GuidePoint Security CTF - August 2021

It’s been a while since I had a chance to sit down and tackle a CTF. Lucky for me, GuidePoint Security recently ran their August iteration and it gave me a chance to brush off some cobwebs! I wasn’t able to solve all the challenges (damn you Python!) but had a pretty good idea on how to approach most of ‘em. Below are some write-ups on ones that I had fun trying to solve.

Twisting seA

For this Crypto challenge we were given a block of what appeared to be hex code.

4d6a41354d57466b4d7a5a6b4d7a5978597a67345a44566a4d7a49774d6d557a4e6d51354e7a56684d4455304e5455314e3249304e54426b4e575a6b59575a684d575
1324d6a41334f575978596a59324f444e684d6d5131593256684e6a646c5a6a41345a544d79595464684d5455345a54566a5a47517a4f4451344e544e6b4947733959
325a6b597a41785a546b305a6d51334d6a67784f5445314f54677a4d474e6c4f4455335a6d4d784f5441676154307859546c6b5a5759354f4456684d7a4d794e7a593
24d544a694e5449784e6d49325932597a5a44466c4f413d3d

Like in many other challenges, starting with CyberChef can be a good first route when dealing with data formatting. Sure enough, if we transform the text “From Hex” we get a Base64 string that we can decode with CyberChef as well. This leaves us with the following.

Hmm, we see a k and an i variable. Being that this is a crypto challenge, maybe this is a key and an initialization vector? A quick search on Google for encryption algorithms that use keys and initialization vectors brings up block ciphers. One of the most common encryption methods out there, AES, is a block cipher. What’s more is that the name of this challenge actually has AES in it (just backwards). Let’s see if CyberChef can help us out again with its decryption recipe.

Well, we provided all the correct information in the recipe but the output string we receive isn’t in the flag format. It looks close, but no cigar. What if we change the data format on the k or i variables?

Bingo! The initialization vector was in regular UTF8 encoding and not in hex. We can submit this flag and claim our points!

Sharkfail

In this challenge, we’re provided a PCAP file named sharkfail.pcapng. I smell a forensics problem!

As we load up Wireshark to start taking a peak at things, we’re prompted with an error message about a potentially corrupt capture file. Interesting…let’s keep digging.

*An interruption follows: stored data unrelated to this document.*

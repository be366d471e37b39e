// Statistics arithmetic (pure): percentiles as PostgreSQL's percentile_cont, streaks, totals.
import { describe, expect, it } from 'vitest'
import { median, percentile } from '../../server/progress/percentile'
import {
  addDays,
  figuresOf,
  localDay,
  streakOf,
  totalsOf,
} from '../../server/progress/progress-stats'

describe('percentile (linear interpolation, rank = p·(n − 1), as percentile_cont)', () => {
  it.each([
    // Arithmetic: odd count → the middle value; even → mean of the two middle values.
    [[900, 1200, 1800], 0.5, 1200],
    [[1, 2, 3, 10], 0.5, 2.5],
    // p90 of 3 values: rank 1.8 → 1200 + 0.8·(1800 − 1200) = 1680.
    [[1800, 900, 1200], 0.9, 1680],
    [[7], 0.9, 7],
  ])('percentile(%j, %s) = %s', (values, p, expected) => {
    expect(percentile(values, p)).toBeCloseTo(expected, 10)
  })

  it('is null without values', () => {
    expect(median([])).toBeNull()
  })
})

describe('figures of pooled places', () => {
  it('pools answers and right-answer times of several rows', () => {
    const at = new Date('2026-03-02T10:00:00Z')
    const later = new Date('2026-03-03T10:00:00Z')
    const f = figuresOf([
      {
        string: 1,
        fret: 3,
        pitch: 36,
        attempts: 4,
        correct: 3,
        shown: 1,
        lastAt: at,
        recentCorrect: [true, true, false, true],
        recentMs: [1200, 1800, 900],
      },
      {
        string: 0,
        fret: 8,
        pitch: 36,
        attempts: 2,
        correct: 1,
        shown: 0,
        lastAt: later,
        recentCorrect: [true, false],
        recentMs: [2000],
      },
    ])
    // 6 answers, 4 right, 1 shown apart; times 900 1200 1800 2000 → median 1500.
    expect(f).toMatchObject({
      attempts: 6,
      correct: 4,
      shown: 1,
      recentAnswers: 6,
      medianMs: 1500,
      lastSeenAt: later.toISOString(),
    })
    expect(f.accuracy).toBeCloseTo(4 / 6, 10)
  })
})

describe('days and streaks', () => {
  it('finds the local calendar day of an instant', () => {
    // 02:30 UTC on 2 March is 18:30 on 1 March in Los Angeles (UTC−8) and 11:30 on 2 March in Tokyo.
    const instant = new Date('2026-03-02T02:30:00Z')
    expect(localDay(instant, 'America/Los_Angeles')).toBe('2026-03-01')
    expect(localDay(instant, 'Asia/Tokyo')).toBe('2026-03-02')
  })

  it('moves days across month and leap-year ends', () => {
    expect(addDays('2028-02-28', 1)).toBe('2028-02-29') // 2028 is a leap year
    expect(addDays('2026-03-01', -1)).toBe('2026-02-28')
  })

  it.each([
    [
      ['2026-03-08', '2026-03-09', '2026-03-10'],
      '2026-03-10',
      { current: 3, longest: 3, practisedToday: true },
    ],
    [['2026-03-08', '2026-03-09'], '2026-03-10', { current: 2, longest: 2, practisedToday: false }],
    [
      ['2026-03-01', '2026-03-02', '2026-03-03', '2026-03-04', '2026-03-09'],
      '2026-03-10',
      { current: 1, longest: 4, practisedToday: false },
    ],
    [['2026-03-07'], '2026-03-10', { current: 0, longest: 1, practisedToday: false }],
    [
      ['2028-02-28', '2028-02-29', '2028-03-01'],
      '2028-03-01',
      { current: 3, longest: 3, practisedToday: true },
    ],
    [[], '2026-03-10', { current: 0, longest: 0, practisedToday: false }],
  ])('days %j on %s give %j', (days, today, streak) => {
    expect(streakOf(days, today)).toEqual(streak)
  })

  it('sums days: minutes from active milliseconds, accuracy from right answers', () => {
    const day = { drill: '*', lastAt: new Date(), medianMs: null, p90Ms: null }
    const totals = totalsOf(
      [
        { ...day, day: '2026-03-01', attempts: 8, correct: 6, shown: 2, activeMs: 172_200 },
        { ...day, day: '2026-03-02', attempts: 2, correct: 1, shown: 0, activeMs: 6000 },
      ],
      3,
    )
    // 10 answers, 7 right; 178 200 ms = 2.97 min → 3.0.
    expect(totals).toEqual({
      attempts: 10,
      correct: 7,
      shown: 2,
      accuracy: 0.7,
      minutes: 3,
      days: 2,
      sessions: 3,
    })
  })
})
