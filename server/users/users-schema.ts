// User shapes shared by the API and the client.
import { z } from 'zod'

export const ROLES = ['student', 'teacher', 'admin'] as const
export const RoleSchema = z.enum(ROLES)
export type Role = z.infer<typeof RoleSchema>

export const EmailSchema = z
  .string()
  .trim()
  .toLowerCase()
  .max(254, 'An e-mail address has at most 254 characters.')
  .pipe(z.email('Enter a valid e-mail address.'))

export const PasswordSchema = z
  .string()
  .min(10, 'Use at least 10 characters.')
  .max(200, 'Use at most 200 characters.')

export const NameSchema = z
  .string()
  .trim()
  .min(1, 'Enter your name.')
  .max(80, 'Use at most 80 characters.')

/** A user as the API returns it (never the password hash). */
export interface PublicUser {
  id: string
  email: string
  name: string
  role: Role
  createdAt: string
}

/** A user as the admin list shows it. */
export interface AdminUser extends PublicUser {
  disabledAt: string | null
}

export const UserIdParamsSchema = z.object({ id: z.uuid('Not a valid user id.') })

export const UserListQuerySchema = z.object({
  search: z.string().trim().max(100).optional(),
  role: RoleSchema.optional(),
  page: z.coerce.number().int().min(1).default(1),
  pageSize: z.coerce.number().int().min(1).max(100).default(25),
})
export type UserListQuery = z.infer<typeof UserListQuerySchema>

/** An admin's change to an account: its role, and/or disabling or enabling it. */
export const UserChangeSchema = z
  .strictObject({ role: RoleSchema.optional(), disabled: z.boolean().optional() })
  .refine((c) => c.role !== undefined || c.disabled !== undefined, 'Send a role or disabled.')
export type UserChange = z.infer<typeof UserChangeSchema>
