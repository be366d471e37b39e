// Users table access: the only place that knows its columns.
import type { Db } from '../lib/db'
import type { PublicUser, Role, UserListQuery } from './users-schema'

export interface UserRecord extends PublicUser {
  passwordHash: string
  passwordChangedAt: Date
}

interface UserRow {
  id: string
  email: string
  name: string
  role: Role
  password_hash: string
  password_changed_at: Date
  created_at: Date
  updated_at: Date
}

const toRecord = (row: UserRow): UserRecord => ({
  id: row.id,
  email: row.email,
  name: row.name,
  role: row.role,
  createdAt: row.created_at.toISOString(),
  passwordHash: row.password_hash,
  passwordChangedAt: row.password_changed_at,
})

/** Strips the secret fields before a user leaves the server. */
export const toPublicUser = ({ id, email, name, role, createdAt }: UserRecord): PublicUser => ({
  id,
  email,
  name,
  role,
  createdAt,
})

export async function findUserByEmail(db: Db, email: string): Promise<UserRecord | null> {
  const row = await db<UserRow>('users').where({ email }).first()
  return row ? toRecord(row) : null
}

export async function findUserById(db: Db, id: string): Promise<UserRecord | null> {
  const row = await db<UserRow>('users').where({ id }).first()
  return row ? toRecord(row) : null
}

export async function insertUser(
  db: Db,
  user: { email: string; name: string; role: Role; passwordHash: string },
): Promise<UserRecord> {
  const [row] = await db<UserRow>('users')
    .insert({
      email: user.email,
      name: user.name,
      role: user.role,
      password_hash: user.passwordHash,
    })
    .returning('*')
  return toRecord(row as UserRow)
}

export async function updatePassword(db: Db, id: string, passwordHash: string): Promise<Date> {
  const [row] = await db<UserRow>('users')
    .where({ id })
    .update({
      password_hash: passwordHash,
      password_changed_at: new Date(),
      updated_at: new Date(),
    })
    .returning('password_changed_at')
  return (row as UserRow).password_changed_at
}

export async function updateRole(db: Db, id: string, role: Role): Promise<UserRecord | null> {
  const [row] = await db<UserRow>('users')
    .where({ id })
    .update({ role, updated_at: new Date() })
    .returning('*')
  return row ? toRecord(row) : null
}

export async function listUsers(db: Db, query: UserListQuery) {
  const base = db<UserRow>('users').modify((q) => {
    if (query.role) q.where('role', query.role)
    if (query.search) {
      const like = `%${query.search.replace(/[%_\\]/g, '\\$&')}%`
      q.where((w) => w.whereILike('email', like).orWhereILike('name', like))
    }
  })
  const [{ count }] = (await base.clone().count({ count: '*' })) as [{ count: string }]
  const rows: UserRow[] = await base
    .clone()
    .orderBy('created_at', 'desc')
    .orderBy('id')
    .limit(query.pageSize)
    .offset((query.page - 1) * query.pageSize)
  return { total: Number(count), items: rows.map((r) => toPublicUser(toRecord(r))) }
}
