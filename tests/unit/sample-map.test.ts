// Which rendered sample plays a pitch and at what rate (12-TET arithmetic: rate = 2^(semitones/12)).
import { describe, expect, it } from 'vitest'
import {
  MAX_REPITCH,
  nearestSample,
  onsetIndex,
  playbackFrequency,
  SAMPLE_SETS,
  sampleUrls,
  voiceFor,
} from '../../src/audio/sample-map'

const BASS = SAMPLE_SETS.bass.pitches

describe('nearestSample', () => {
  it.each([
    // [pitch, sample, semitones] — bass samples every 4 semitones from B0 (23)
    [23, 23, 0], // B0 is itself a sample
    [28, 27, 1], // E1 from D#1, one semitone up
    [34, 35, -1], // A#1 from B1, one semitone down
    [66, 67, -1], // F#4 from G4
  ])('pitch %i plays from sample %i, %i semitones away', (pitch, sample, semitones) => {
    expect(nearestSample(pitch, 440, BASS)).toMatchObject({ samplePitch: sample, semitones })
  })

  it('on a tie takes the lower sample', () => {
    // 29 lies 2 above 27 and 2 below 31
    expect(nearestSample(29, 440, BASS).samplePitch).toBe(27)
  })

  // 12-TET (Suits, Physics of Music, REFERENCES.md): one semitone = 2^(1/12) = 1.059463
  it.each([
    [27, 1],
    [24, 2 ** (1 / 12)],
    [25, 2 ** (2 / 12)],
    [22, 2 ** (-1 / 12)],
  ])('pitch %i plays at rate %f with A4 = 440', (pitch, rate) => {
    expect(nearestSample(pitch, 440, [23, 27]).playbackRate).toBeCloseTo(rate, 9)
  })

  it('honours the reference pitch: A4 = 415 Hz lowers every note by 415/440', () => {
    // ISO 16: A4 = 440 Hz; a baroque-style 415 Hz is about one semitone lower (415/440 = 0.943182)
    expect(nearestSample(69, 415, [69]).playbackRate).toBeCloseTo(415 / 440, 9)
    expect(playbackFrequency(69, 415)).toBeCloseTo(415, 9)
  })

  it('open strings of a 5-string bass stay within 2 semitones of a sample', () => {
    for (const pitch of [23, 28, 33, 38, 43]) {
      expect(Math.abs(nearestSample(pitch, 440, BASS).semitones)).toBeLessThanOrEqual(2)
    }
    expect(MAX_REPITCH).toBeGreaterThanOrEqual(2)
  })
})

describe('voices', () => {
  it('picks bass samples for basses and guitar samples for guitars', () => {
    expect(voiceFor([23, 28, 33, 38, 43])).toBe('bass')
    expect(voiceFor([23, 28, 33, 38, 43, 48])).toBe('bass') // 6-string bass tops at C3
    expect(voiceFor([40, 45, 50, 55, 59, 64])).toBe('guitar')
  })

  it('lists one URL per rendered pitch, named by MIDI number', () => {
    const urls = sampleUrls('guitar')
    expect(Object.keys(urls).map(Number)).toEqual([...SAMPLE_SETS.guitar.pitches])
    expect(urls[40 + 3]).toBe('43.mp3')
  })

  // ~12 notes per instrument, low enough for B0 on a bass and high enough for fret 24 on a guitar
  it('covers B0 to G4 on bass and B1 to past E6 on guitar', () => {
    expect(BASS[0]).toBe(23)
    expect(BASS.at(-1)).toBeGreaterThanOrEqual(67)
    expect(SAMPLE_SETS.guitar.pitches[0]).toBeLessThanOrEqual(35)
    expect(SAMPLE_SETS.guitar.pitches.at(-1)! + 2).toBeGreaterThanOrEqual(88)
  })
})

describe('onsetIndex', () => {
  it('finds the first sample above 1 % of the peak, after 25 ms of encoder silence at 44.1 kHz', () => {
    // 1,102 zero samples (25 ms × 44.1 kHz = 1,102.5) and low noise, then a decaying pluck.
    const samples = new Float32Array(4000)
    for (let i = 0; i < 1102; i++) samples[i] = i % 2 ? 0.004 : -0.004 // 0.4 % of the peak
    for (let i = 1102; i < 4000; i++) samples[i] = Math.sin(i / 5) * Math.exp(-(i - 1102) / 800)
    const peak = Math.max(...samples.map(Math.abs))
    const expected = samples.findIndex((v, i) => i >= 1102 && Math.abs(v) > peak / 100)
    expect(onsetIndex(samples)).toBe(expected)
    expect(expected).toBeGreaterThanOrEqual(1102)
    expect(expected).toBeLessThan(1110)
  })

  it('keeps a silent buffer whole', () => {
    expect(onsetIndex(new Float32Array(100))).toBe(0)
  })
})
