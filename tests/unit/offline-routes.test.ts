// Which API answers the service worker keeps for offline practice, and which requests wipe them.
import { describe, expect, it } from 'vitest'
import { changesSession, isOfflineApi, planItemUrls } from '../../src/service-worker/offline-routes'

const ITEM = '0b9c1f52-7a4e-4c3b-9d2f-5e6a7b8c9d0e'

describe('offline routes', () => {
  it.each([
    ['GET', '/api/auth/me', true],
    ['GET', '/api/instruments', true],
    ['GET', '/api/instruments/presets', true],
    ['GET', '/api/plans/assigned', true],
    ['GET', `/api/plans/items/${ITEM}`, true],
    ['GET', '/api/focus', true],
    ['GET', '/api/progress/fingerings', true],
    ['POST', '/api/instruments', false], // writes are never answered from a cache
    ['GET', '/api/progress/summary', false], // figures must be current, not remembered
    ['GET', '/api/studio/roster', false], // other people's data stays out of the cache
    ['GET', '/api/admin/users', false],
    ['GET', '/api/plans/items/../../admin', false],
  ])('%s %s is kept for offline use: %s', (method, path, kept) => {
    expect(isOfflineApi(method, path)).toBe(kept)
  })

  it.each([
    ['POST', '/api/auth/login', true],
    ['POST', '/api/auth/logout', true],
    ['POST', '/api/auth/register', true],
    ['POST', '/api/auth/password-reset/confirm', true],
    ['POST', '/api/invitations/accept', true],
    ['POST', '/api/attempts', false],
    ['GET', '/api/auth/me', false],
  ])('%s %s means the person may change: %s', (method, path, changes) => {
    expect(changesSession(method, path)).toBe(changes)
  })

  it('lists the plan items of the assigned plans, and nothing for an answer of another shape', () => {
    const answer = { assignments: [{ items: [{ id: ITEM }, { id: 7 }] }, { items: [] }, {}] }
    expect(planItemUrls(answer)).toEqual([`/api/plans/items/${ITEM}`])
    expect(planItemUrls({ error: { code: 'forbidden' } })).toEqual([])
    expect(planItemUrls(null)).toEqual([])
  })
})
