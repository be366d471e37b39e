// Target evaluation of plan items, on hand-computed attempt sets (source: arithmetic, shown beside
// each case; the key list of the cycle of fourths is the one in PRODUCT.md's domain rules).
import { describe, expect, it } from 'vitest'
import { evaluateTarget, median, type ItemAttempt } from '../../server/plans/target-progress'
import { presetKeys, SESSION_MIN_ANSWERS } from '../../src/contract/targets'
import { DrillPresetSchema, type DrillPreset } from '../../src/contract/drills'
import { PracticeTargetSchema } from '../../src/contract/targets'

const T0 = Date.parse('2026-03-02T10:00:00Z')
let clock = 0
function answer(
  correct: boolean,
  responseMs: number,
  extra: Partial<ItemAttempt> = {},
): ItemAttempt {
  clock += 1
  return {
    correct,
    responseMs,
    sessionId: 's1',
    createdAt: new Date(T0 + clock * 1000),
    drill: 'recall',
    key: null,
    ...extra,
  }
}

const RECALL = DrillPresetSchema.parse({
  drill: 'recall',
  settings: { region: { lowString: 0, highString: 3, lowFret: 0, highFret: 5 } },
})
const ACCURACY = PracticeTargetSchema.parse({
  kind: 'accuracy',
  minAccuracy: 0.75,
  maxMedianMs: 2000,
  minAttempts: 4,
})
const cycle = (settings: object): DrillPreset =>
  DrillPresetSchema.parse({ drill: 'cycle', settings: { low: 33, high: 45, ...settings } })

describe('median', () => {
  it.each([
    [[], null],
    [[3], 3],
    [[4, 1, 3, 2], 2.5], // sorted 1 2 3 4 → (2 + 3) / 2
    [[5000, 1000, 1500], 1500],
  ])('median(%j) = %j', (values, expected) => {
    expect(median(values)).toBe(expected)
  })
})

describe('accuracy target: accuracy ≥ x and median ≤ y over the last N answers', () => {
  it('counts only the last 4 answers by time, whatever order they arrive in', () => {
    const oldestWrong = answer(false, 5000)
    const recent = [answer(true, 1000), answer(true, 1500), answer(false, 2500), answer(true, 1200)]
    // last 4: 3 of 4 right = 0.75 ≥ 0.75; times 1000 1200 1500 2500 → median (1200 + 1500) / 2 = 1350 ≤ 2000
    const result = evaluateTarget(ACCURACY, RECALL, [...recent].reverse().concat(oldestWrong))
    expect(result).toEqual({
      kind: 'accuracy',
      met: true,
      ratio: 1,
      attempts: 4,
      needed: 4,
      accuracy: 0.75,
      medianMs: 1350,
    })
  })

  it('is not met with fewer answers than asked for, and the ratio is the share of answers given', () => {
    const result = evaluateTarget(ACCURACY, RECALL, [
      answer(true, 500),
      answer(true, 500),
      answer(true, 500),
    ])
    expect(result.met).toBe(false)
    expect(result.ratio).toBeCloseTo(3 / 4) // count 3/4; accuracy 1/0.75 and speed 2000/500 are above 1
  })

  it('is not met at 50 % accuracy; the ratio is 0.5 / 0.75', () => {
    const result = evaluateTarget(ACCURACY, RECALL, [
      answer(true, 900),
      answer(false, 900),
      answer(true, 900),
      answer(false, 900),
    ])
    expect(result).toMatchObject({ met: false, accuracy: 0.5, medianMs: 900 })
    expect(result.ratio).toBeCloseTo(0.5 / 0.75)
  })

  it('is not met when the median is too slow; the ratio is 2000 / 3500', () => {
    const slow = [answer(true, 3000), answer(true, 5000), answer(true, 3000), answer(true, 4000)]
    const result = evaluateTarget(ACCURACY, RECALL, slow) // sorted 3000 3000 4000 5000 → median 3500
    expect(result).toMatchObject({ met: false, accuracy: 1, medianMs: 3500 })
    expect(result.ratio).toBeCloseTo(2000 / 3500)
  })

  it('ignores speed when no median is asked for', () => {
    const target = PracticeTargetSchema.parse({
      kind: 'accuracy',
      minAccuracy: 0.5,
      maxMedianMs: null,
      minAttempts: 2,
    })
    expect(evaluateTarget(target, RECALL, [answer(true, 59_000), answer(false, 59_000)]).met).toBe(
      true,
    )
  })

  it('has no accuracy and a zero ratio before the first answer', () => {
    expect(evaluateTarget(ACCURACY, RECALL, [])).toEqual({
      kind: 'accuracy',
      met: false,
      ratio: 0,
      attempts: 0,
      needed: 4,
      accuracy: null,
      medianMs: null,
    })
  })
})

describe('sessions target: N sessions of at least SESSION_MIN_ANSWERS answers', () => {
  const target = PracticeTargetSchema.parse({ kind: 'sessions', count: 3 })
  const session = (sessionId: string, answers: number, correct = true) =>
    Array.from({ length: answers }, () => answer(correct, 1, { sessionId }))

  it('counts distinct full sessions, not answers: s1 (10) s1 (2 more) s2 (10) → 2 of 3', () => {
    const result = evaluateTarget(target, RECALL, [
      ...session('s1', 10),
      ...session('s1', 2, false),
      ...session('s2', SESSION_MIN_ANSWERS),
    ])
    expect(result).toMatchObject({ kind: 'sessions', met: false, sessions: 2, needed: 3 })
    expect(result.ratio).toBeCloseTo(2 / 3)
  })

  it('is met at the third full session, right or wrong answers alike', () => {
    const result = evaluateTarget(
      target,
      RECALL,
      ['a', 'b', 'c'].flatMap((id) => session(id, SESSION_MIN_ANSWERS, false)),
    )
    expect(result).toEqual({ kind: 'sessions', met: true, ratio: 1, sessions: 3, needed: 3 })
  })

  it('does not count a session abandoned after 5 answers (issue 16)', () => {
    const two = PracticeTargetSchema.parse({ kind: 'sessions', count: 2 })
    const result = evaluateTarget(two, RECALL, [...session('a', 10), ...session('b', 5)])
    expect(result).toMatchObject({ met: false, sessions: 1, needed: 2 })
  })
})

describe('all-keys target: every tonic of the cycle in a correct Window Cycle answer', () => {
  const target = PracticeTargetSchema.parse({ kind: 'all-keys' })
  const custom = cycle({ cycle: 'custom', customTonics: ['C', 'F', 'Bb'] })
  const cycleAnswer = (correct: boolean, key: string, drill = 'cycle') =>
    answer(correct, 900, { drill, key })

  it('lists the keys still missing: a wrong Bb and a correct Bb from another drill do not count', () => {
    const result = evaluateTarget(target, custom, [
      cycleAnswer(true, 'C'),
      cycleAnswer(true, 'F'),
      cycleAnswer(false, 'Bb'),
      cycleAnswer(true, 'Bb', 'recall'),
    ])
    expect(result).toMatchObject({
      kind: 'all-keys',
      met: false,
      keysPlayed: ['C', 'F'],
      keysMissing: ['Bb'],
    })
    expect(result.ratio).toBeCloseTo(2 / 3)
  })

  it('compares keys by pitch class, so A# completes Bb', () => {
    const result = evaluateTarget(target, custom, [
      cycleAnswer(true, 'C'),
      cycleAnswer(true, 'F'),
      cycleAnswer(true, 'A#'),
    ])
    expect(result).toMatchObject({ met: true, ratio: 1, keysMissing: [] })
  })

  it('takes the twelve keys of the cycle of fourths from C (PRODUCT.md: C F Bb Eb Ab Db Gb B E A D G)', () => {
    expect(presetKeys(cycle({ cycle: 'fourths' }))).toEqual(
      'C F Bb Eb Ab Db Gb B E A D G'.split(' '),
    )
  })

  it('is never met for a preset without keys', () => {
    expect(evaluateTarget(target, RECALL, [cycleAnswer(true, 'C')])).toMatchObject({
      met: false,
      ratio: 0,
    })
  })
})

One thing I like to do with PCAP challenges is to look at the protocol distributions within the capture. This can be done through Statistics -> Protocol Hierarchy. We see that most the communication in this capture takes place over USB. Nice, we likely have some data transfer occurring.

If we do a bit of Googling on which fields / areas in Wireshark to look for with USB forensics, we stumble upon the field usb.capdata. If we apply this as a filter in Wireshark, we can observe a ton of “URB_BULK in” events that have occurred. There’s a good chance our flag is probably somewhere in these data transfer events.

At this point, I said to myself, “How can we get this data out of Wireshark to decode and perform further analysis?”. Unfortunately, after much trial and error, I learned that Wireshark doesn’t appear to support the exporting of USB data objects (or at least I couldn’t find a way…). Well shucks….where to next? How about Wireshark’s GUI-less brother tshark?

Similar to Wireshark, filters can be applied when searching through capture traffic. We can take the output of usb.capdata events and attempt to replicate what Wireshark was showing us earlier. The tool xxd is our friend here.

tshark -r sharkfail.pcapng -T fields -e usb.capdata -Y usb.capdata | xxd -r -p | xxd > decoded.raw

This gives a raw hex dump file, decoded.raw, that we can dig into further. What we start to notice here is that there are a handful of human-readable characters showing throughout the hex dump.

This is where things got tricky for me. No matter what I tried, I could not seem to figure out anything relating to a flag within this data. During other CTF’s, once I’ve gotten to the point of dealing with a hex dump from a capture, it’s typically time to start file carving. Finding corrupted or mismatched file headers in the hex dump, attempting to rebuild files from scratch, or looking further at patterns in the hex data itself would be smart directions to turn…but I’m not smart.

It was getting late and I was feeling defeated…I decided to throw everything but the kitchen sink at the hex file as well as the original PCAP. That’s when it happened…

When in doubt, strings it out! This group of characters at the top appeared unique within the file and looked like it was in a familiar data format. Sure enough if we decode the characters from base 64, we have our flag.

I definitely don’t think I solved this challenge as it was intended and I imagine the .pcapng file being corrupted likely had something to do with things but hey, I’ll take what I can get!

Shout out to Alex Williams and GuidePoint Security for putting on a great event. I’m looking forward to the next one!